• **Problem to solve**
Print, in exact form, the lines below from the one containing "in the README's" through the one containing "threshold itself as", and omit all others.

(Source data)

= = = = =

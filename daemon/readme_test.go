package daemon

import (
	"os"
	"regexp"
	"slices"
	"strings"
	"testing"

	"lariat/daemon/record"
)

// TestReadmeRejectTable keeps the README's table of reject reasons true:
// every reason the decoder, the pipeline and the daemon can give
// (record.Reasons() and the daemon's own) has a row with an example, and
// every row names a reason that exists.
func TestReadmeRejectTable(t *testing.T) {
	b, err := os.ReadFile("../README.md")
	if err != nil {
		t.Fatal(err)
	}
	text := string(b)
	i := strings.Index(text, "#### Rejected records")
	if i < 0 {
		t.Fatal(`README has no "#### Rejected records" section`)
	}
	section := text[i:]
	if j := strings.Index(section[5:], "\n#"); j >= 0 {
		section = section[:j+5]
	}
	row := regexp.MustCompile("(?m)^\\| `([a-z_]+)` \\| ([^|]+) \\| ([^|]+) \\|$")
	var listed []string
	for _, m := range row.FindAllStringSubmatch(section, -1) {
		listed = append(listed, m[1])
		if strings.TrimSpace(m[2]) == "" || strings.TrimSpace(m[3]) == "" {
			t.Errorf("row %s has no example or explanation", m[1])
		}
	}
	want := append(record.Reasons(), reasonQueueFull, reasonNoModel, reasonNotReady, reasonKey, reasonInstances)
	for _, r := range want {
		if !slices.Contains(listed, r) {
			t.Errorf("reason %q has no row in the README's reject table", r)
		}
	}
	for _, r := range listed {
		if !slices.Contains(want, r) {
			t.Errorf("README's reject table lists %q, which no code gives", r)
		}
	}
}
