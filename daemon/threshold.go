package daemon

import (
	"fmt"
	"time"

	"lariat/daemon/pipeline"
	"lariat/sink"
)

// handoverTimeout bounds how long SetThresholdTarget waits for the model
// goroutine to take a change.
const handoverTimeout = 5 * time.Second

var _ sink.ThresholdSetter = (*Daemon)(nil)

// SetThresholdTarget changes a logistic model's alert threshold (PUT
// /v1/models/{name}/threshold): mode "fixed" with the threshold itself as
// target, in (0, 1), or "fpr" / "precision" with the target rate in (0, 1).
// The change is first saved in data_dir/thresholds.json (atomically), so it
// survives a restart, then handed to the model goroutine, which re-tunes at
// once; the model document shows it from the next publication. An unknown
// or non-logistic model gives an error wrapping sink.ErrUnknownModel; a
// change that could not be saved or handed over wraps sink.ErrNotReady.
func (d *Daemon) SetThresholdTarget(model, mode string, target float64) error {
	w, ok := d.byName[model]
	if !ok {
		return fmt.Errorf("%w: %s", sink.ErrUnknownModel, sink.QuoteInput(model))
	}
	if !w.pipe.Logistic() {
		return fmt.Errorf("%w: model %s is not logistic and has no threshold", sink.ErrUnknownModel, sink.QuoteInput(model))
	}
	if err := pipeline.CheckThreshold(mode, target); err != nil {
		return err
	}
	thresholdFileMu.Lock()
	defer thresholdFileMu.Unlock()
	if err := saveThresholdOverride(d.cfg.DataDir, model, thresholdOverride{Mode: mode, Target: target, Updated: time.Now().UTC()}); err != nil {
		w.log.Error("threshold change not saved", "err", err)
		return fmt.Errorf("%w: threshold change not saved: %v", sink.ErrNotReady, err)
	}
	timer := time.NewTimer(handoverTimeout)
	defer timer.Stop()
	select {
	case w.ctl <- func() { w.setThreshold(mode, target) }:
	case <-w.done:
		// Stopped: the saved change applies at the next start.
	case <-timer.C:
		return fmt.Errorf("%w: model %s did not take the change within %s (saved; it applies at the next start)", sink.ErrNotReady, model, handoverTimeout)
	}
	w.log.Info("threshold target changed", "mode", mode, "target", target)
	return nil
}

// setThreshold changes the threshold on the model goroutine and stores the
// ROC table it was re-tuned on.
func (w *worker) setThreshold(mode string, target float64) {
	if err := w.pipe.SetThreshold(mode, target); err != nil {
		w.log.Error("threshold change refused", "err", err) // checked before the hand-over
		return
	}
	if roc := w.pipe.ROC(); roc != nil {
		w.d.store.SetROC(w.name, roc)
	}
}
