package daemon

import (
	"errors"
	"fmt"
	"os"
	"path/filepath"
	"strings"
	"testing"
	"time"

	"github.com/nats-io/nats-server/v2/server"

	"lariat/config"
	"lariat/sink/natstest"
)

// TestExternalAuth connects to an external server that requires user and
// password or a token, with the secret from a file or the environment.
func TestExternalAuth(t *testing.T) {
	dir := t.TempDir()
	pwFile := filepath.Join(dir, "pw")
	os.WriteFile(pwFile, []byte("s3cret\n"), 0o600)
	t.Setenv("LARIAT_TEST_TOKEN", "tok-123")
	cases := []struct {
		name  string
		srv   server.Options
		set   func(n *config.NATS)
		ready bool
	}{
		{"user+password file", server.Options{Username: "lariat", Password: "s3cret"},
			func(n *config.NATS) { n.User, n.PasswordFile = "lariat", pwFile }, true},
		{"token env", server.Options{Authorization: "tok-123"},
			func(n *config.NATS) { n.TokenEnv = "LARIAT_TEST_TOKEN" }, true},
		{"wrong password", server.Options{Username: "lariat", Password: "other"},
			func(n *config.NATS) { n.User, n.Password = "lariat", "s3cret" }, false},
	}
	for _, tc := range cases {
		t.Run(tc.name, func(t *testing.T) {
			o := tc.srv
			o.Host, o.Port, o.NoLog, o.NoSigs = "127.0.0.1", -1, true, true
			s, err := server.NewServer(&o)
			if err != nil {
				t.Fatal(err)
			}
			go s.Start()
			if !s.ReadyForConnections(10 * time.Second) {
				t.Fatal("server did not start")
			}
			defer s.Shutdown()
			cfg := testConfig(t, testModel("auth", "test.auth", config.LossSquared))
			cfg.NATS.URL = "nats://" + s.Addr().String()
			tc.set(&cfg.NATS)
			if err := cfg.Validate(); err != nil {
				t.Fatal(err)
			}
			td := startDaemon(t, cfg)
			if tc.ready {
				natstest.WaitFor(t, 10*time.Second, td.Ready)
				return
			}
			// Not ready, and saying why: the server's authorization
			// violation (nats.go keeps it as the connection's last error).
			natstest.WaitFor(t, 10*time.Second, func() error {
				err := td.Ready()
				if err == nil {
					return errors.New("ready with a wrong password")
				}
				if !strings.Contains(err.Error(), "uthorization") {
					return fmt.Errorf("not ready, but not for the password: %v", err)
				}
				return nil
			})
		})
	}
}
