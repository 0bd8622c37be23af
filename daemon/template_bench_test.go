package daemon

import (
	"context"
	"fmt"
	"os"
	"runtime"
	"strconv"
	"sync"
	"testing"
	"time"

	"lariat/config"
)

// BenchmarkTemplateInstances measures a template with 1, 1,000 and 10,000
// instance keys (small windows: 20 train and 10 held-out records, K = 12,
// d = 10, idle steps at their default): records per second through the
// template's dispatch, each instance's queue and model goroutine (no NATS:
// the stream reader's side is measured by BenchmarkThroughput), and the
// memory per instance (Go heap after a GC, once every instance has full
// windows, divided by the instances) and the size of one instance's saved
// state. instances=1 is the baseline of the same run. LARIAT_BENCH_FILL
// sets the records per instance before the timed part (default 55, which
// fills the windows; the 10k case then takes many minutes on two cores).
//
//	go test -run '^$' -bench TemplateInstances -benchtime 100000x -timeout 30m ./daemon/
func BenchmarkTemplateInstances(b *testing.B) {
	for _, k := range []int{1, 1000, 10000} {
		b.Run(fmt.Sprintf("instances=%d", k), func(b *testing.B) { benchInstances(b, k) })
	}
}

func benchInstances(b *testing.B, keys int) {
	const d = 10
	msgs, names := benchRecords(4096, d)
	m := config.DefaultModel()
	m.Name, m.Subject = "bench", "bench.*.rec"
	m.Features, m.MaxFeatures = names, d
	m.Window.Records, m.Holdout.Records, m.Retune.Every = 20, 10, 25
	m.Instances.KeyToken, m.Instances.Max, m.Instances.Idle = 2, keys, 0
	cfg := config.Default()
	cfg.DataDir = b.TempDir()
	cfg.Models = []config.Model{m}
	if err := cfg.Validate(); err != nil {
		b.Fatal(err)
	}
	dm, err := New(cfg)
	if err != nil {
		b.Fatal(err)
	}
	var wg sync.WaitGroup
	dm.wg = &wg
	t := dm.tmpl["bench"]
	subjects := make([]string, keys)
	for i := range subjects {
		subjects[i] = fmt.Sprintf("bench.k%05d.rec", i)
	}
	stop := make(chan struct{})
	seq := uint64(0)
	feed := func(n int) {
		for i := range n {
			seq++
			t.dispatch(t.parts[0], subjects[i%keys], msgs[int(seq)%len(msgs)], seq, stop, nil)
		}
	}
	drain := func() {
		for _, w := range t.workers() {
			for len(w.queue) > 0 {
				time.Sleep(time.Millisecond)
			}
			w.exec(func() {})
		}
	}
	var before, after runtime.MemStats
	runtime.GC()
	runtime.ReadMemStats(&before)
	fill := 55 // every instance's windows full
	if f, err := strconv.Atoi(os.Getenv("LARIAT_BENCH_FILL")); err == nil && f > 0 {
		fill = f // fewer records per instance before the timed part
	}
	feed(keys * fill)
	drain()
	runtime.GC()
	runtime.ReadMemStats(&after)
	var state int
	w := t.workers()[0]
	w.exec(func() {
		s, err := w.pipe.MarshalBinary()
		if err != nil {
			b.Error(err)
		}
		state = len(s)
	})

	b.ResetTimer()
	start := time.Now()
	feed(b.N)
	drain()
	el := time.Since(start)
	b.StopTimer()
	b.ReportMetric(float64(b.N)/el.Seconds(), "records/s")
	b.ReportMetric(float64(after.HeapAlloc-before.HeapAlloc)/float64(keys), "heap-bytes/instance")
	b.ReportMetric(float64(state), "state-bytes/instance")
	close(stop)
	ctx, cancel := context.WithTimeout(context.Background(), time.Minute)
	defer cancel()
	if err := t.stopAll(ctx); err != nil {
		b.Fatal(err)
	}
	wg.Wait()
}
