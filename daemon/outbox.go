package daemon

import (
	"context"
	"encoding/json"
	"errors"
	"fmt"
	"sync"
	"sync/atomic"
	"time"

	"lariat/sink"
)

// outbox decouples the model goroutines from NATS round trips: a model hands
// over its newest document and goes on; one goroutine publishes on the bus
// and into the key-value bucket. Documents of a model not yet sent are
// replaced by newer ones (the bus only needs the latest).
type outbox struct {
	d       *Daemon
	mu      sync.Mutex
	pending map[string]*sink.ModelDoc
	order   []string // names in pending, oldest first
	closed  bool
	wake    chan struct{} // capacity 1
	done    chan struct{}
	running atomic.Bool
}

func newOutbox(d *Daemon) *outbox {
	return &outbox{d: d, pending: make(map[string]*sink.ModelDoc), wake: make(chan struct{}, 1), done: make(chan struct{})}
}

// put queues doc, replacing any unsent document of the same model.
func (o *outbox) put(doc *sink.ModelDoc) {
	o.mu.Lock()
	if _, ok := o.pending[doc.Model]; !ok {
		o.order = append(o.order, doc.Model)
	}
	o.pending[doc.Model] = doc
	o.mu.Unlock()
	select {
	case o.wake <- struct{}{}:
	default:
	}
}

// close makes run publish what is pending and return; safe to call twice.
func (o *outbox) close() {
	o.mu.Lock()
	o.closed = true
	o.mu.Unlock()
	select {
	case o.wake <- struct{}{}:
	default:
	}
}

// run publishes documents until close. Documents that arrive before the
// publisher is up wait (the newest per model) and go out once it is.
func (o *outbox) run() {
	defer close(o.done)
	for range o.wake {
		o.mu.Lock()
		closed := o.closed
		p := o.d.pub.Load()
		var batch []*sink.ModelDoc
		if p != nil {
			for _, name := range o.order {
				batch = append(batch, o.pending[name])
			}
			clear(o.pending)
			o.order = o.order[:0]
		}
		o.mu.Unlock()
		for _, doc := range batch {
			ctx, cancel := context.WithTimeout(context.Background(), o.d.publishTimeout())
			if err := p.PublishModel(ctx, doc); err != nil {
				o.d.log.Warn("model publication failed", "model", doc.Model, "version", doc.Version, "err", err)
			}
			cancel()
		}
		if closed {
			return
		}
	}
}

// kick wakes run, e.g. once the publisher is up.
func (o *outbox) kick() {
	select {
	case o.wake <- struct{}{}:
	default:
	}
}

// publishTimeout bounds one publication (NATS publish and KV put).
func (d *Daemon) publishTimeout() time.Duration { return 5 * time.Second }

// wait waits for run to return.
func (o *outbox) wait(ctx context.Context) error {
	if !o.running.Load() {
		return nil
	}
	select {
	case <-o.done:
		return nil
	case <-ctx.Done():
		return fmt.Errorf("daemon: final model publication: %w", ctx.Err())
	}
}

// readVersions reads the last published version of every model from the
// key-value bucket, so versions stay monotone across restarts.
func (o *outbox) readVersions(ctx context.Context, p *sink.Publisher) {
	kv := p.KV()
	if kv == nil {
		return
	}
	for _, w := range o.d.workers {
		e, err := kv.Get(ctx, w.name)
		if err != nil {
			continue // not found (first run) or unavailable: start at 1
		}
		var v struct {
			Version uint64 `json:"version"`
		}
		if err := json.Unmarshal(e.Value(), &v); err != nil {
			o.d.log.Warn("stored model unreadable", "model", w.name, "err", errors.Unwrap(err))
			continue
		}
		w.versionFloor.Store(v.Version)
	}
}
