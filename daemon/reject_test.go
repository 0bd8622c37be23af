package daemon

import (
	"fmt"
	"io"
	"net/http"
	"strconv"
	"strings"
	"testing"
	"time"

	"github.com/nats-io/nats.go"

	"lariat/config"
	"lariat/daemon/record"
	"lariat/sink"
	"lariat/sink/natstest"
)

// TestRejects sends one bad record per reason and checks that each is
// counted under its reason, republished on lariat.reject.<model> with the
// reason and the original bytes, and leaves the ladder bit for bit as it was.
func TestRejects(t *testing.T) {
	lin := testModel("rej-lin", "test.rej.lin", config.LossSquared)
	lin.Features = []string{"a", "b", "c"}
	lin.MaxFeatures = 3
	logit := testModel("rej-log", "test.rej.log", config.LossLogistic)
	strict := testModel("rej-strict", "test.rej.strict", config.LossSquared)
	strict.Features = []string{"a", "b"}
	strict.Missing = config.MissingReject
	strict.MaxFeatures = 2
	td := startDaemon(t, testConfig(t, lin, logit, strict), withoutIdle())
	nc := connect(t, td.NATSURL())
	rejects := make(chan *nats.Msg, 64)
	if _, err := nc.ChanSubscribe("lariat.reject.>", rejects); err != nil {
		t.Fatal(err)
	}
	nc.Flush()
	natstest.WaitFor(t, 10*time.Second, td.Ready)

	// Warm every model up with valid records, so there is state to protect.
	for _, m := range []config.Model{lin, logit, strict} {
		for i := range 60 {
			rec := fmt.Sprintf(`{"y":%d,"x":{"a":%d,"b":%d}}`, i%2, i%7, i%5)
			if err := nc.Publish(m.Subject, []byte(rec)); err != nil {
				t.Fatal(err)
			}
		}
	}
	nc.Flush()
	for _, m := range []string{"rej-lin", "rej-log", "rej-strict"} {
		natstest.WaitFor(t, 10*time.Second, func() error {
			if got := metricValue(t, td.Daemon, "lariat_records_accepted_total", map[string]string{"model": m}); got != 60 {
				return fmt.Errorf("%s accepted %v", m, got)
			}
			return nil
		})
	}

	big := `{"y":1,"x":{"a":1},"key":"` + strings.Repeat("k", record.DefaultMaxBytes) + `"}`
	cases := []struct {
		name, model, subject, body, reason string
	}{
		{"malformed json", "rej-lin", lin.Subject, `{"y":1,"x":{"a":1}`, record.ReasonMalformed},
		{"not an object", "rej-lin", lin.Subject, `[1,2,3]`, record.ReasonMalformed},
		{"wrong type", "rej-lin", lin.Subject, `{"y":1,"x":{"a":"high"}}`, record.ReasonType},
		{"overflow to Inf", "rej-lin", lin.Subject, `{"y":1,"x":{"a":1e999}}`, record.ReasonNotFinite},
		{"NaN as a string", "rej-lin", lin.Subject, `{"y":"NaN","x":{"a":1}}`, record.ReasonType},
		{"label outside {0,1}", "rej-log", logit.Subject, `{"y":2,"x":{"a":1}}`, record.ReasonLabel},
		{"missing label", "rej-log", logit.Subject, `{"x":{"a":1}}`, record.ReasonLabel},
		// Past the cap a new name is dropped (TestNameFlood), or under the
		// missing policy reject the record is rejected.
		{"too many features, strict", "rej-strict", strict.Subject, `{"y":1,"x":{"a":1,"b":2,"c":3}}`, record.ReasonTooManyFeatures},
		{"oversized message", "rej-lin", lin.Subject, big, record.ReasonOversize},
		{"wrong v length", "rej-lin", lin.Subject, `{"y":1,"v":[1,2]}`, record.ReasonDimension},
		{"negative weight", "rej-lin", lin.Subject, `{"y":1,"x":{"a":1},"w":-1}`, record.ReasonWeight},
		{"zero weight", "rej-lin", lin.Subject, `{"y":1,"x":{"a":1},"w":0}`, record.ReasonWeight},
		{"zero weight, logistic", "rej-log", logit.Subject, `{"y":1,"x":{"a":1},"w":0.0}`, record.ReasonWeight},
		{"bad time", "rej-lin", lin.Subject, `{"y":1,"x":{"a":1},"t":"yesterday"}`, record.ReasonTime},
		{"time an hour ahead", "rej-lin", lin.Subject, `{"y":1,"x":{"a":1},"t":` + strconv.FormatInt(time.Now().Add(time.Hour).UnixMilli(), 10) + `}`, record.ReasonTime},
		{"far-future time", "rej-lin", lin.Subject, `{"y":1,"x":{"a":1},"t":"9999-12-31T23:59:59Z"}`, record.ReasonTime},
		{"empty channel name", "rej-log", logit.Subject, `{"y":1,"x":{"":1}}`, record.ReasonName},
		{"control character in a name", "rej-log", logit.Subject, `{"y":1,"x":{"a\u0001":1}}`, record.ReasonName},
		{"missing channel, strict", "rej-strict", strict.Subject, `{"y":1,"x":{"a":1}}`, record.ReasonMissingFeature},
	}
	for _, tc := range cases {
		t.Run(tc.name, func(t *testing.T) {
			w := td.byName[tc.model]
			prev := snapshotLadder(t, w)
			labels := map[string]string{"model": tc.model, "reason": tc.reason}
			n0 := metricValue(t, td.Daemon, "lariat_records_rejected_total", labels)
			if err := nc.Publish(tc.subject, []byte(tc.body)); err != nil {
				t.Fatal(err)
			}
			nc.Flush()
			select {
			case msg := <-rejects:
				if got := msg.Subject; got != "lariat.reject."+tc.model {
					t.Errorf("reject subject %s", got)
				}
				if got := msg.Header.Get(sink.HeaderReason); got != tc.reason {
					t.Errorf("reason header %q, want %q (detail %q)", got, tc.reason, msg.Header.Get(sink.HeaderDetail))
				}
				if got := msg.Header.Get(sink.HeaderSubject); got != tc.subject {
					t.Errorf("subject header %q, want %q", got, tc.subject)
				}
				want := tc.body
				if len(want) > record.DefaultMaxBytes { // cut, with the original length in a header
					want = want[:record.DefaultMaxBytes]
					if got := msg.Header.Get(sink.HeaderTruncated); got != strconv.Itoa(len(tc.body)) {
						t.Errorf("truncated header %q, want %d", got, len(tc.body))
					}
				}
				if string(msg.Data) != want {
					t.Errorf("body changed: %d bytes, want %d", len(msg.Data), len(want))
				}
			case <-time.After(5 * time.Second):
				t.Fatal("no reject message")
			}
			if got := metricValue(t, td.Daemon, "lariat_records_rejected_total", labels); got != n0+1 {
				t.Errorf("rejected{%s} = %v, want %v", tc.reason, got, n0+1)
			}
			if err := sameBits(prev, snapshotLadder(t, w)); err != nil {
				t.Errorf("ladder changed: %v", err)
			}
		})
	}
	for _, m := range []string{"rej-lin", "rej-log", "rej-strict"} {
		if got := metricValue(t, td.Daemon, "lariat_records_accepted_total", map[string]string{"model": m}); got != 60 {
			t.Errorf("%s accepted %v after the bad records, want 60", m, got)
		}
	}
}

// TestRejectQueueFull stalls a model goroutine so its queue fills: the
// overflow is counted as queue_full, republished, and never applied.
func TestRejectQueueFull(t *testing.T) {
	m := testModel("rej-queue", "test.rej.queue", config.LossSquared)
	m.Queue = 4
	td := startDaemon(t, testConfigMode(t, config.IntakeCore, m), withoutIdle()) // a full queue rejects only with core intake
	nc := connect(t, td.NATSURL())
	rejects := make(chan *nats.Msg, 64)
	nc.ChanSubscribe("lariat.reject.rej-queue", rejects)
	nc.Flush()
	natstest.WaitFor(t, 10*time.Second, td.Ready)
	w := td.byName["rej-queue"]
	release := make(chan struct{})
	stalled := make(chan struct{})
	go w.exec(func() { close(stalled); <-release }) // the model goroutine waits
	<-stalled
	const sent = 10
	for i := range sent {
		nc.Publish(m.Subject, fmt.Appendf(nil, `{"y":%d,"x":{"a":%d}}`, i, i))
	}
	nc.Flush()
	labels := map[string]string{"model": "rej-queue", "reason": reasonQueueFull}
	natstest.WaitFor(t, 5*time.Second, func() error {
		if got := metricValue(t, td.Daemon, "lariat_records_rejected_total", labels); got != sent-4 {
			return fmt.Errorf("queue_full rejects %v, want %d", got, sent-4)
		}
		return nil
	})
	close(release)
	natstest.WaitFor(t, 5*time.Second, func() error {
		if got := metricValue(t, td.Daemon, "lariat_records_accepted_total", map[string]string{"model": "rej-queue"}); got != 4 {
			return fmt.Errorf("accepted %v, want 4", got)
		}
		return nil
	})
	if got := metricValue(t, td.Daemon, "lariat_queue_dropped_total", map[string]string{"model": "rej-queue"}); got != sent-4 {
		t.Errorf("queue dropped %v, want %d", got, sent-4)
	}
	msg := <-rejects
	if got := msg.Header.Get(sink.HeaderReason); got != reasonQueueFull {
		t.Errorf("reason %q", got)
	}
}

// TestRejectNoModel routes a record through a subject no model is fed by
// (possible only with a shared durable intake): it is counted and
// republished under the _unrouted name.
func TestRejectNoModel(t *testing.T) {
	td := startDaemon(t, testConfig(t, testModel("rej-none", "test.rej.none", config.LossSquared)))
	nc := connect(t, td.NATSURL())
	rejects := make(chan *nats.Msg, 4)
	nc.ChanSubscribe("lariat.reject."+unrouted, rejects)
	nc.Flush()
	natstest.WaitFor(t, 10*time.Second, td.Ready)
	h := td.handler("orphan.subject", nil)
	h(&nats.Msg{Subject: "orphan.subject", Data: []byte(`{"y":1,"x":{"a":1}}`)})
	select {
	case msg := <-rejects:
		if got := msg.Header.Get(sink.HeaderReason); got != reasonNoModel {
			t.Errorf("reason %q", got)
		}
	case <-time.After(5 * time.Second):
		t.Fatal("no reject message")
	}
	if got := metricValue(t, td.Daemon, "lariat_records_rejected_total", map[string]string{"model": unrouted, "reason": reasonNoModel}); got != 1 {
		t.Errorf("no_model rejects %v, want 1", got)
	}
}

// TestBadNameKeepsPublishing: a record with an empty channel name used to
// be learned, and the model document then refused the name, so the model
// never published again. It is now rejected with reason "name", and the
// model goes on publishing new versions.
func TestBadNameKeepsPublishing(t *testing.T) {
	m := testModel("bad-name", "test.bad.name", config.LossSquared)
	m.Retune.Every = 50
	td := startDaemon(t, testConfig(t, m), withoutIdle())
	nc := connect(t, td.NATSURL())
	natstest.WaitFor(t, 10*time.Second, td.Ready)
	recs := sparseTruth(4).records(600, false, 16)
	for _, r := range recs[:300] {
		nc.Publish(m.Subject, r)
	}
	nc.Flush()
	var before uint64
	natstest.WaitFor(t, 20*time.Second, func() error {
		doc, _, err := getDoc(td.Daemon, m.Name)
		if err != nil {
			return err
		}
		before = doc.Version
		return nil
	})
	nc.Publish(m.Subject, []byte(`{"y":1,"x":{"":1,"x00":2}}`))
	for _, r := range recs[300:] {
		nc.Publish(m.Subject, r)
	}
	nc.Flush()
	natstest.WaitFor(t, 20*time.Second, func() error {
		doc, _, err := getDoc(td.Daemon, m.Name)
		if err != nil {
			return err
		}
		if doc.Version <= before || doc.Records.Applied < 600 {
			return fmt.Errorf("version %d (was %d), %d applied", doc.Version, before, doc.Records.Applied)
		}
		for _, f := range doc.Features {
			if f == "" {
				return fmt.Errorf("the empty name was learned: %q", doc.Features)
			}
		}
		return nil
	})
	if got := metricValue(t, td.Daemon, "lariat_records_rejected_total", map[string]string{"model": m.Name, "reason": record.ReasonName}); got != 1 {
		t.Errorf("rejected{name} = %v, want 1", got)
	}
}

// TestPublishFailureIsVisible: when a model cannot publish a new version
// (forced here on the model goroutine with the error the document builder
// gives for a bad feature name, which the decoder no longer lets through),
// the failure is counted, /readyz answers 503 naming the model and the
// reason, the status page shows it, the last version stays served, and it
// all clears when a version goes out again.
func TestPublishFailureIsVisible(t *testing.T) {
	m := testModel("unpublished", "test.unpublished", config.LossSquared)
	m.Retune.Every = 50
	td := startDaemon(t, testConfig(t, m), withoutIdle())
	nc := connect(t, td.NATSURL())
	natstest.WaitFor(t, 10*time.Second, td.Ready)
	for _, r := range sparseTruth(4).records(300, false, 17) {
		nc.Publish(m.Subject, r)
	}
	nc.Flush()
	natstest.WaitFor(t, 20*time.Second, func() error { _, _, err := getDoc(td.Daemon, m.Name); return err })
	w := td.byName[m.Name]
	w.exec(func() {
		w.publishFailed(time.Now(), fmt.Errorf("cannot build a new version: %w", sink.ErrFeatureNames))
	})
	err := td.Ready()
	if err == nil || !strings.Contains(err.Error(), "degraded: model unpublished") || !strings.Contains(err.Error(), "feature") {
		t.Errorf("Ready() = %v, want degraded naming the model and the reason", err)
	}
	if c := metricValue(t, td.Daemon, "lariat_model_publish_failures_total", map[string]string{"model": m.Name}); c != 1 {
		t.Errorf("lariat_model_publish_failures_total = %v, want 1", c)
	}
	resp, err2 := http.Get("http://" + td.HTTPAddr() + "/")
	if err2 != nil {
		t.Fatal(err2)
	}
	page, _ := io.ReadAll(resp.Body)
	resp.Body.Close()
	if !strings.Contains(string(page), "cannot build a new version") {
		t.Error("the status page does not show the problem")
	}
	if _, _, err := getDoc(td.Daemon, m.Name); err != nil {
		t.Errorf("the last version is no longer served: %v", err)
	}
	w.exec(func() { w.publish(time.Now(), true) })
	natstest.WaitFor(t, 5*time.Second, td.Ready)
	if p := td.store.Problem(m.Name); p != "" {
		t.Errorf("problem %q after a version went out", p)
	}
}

= = = = =

• **Finished exercise**
			t.Errorf("reason %q has no row in the README's reject table", r)
		}
	}
	for _, r := range listed {
		if !slices.Contains(want, r) {
			t.Errorf("README's reject table lists %q, which no code gives", r)
		}
	}
}
filename daemon/threshold.go
package daemon

import (
	"fmt"
	"time"

	"lariat/daemon/pipeline"
	"lariat/sink"
)

// handoverTimeout bounds how long SetThresholdTarget waits for the model
// goroutine to take a change.
const handoverTimeout = 5 * time.Second

var _ sink.ThresholdSetter = (*Daemon)(nil)

// SetThresholdTarget changes a logistic model's alert threshold (PUT
// /v1/models/{name}/threshold): mode "fixed" with the threshold itself as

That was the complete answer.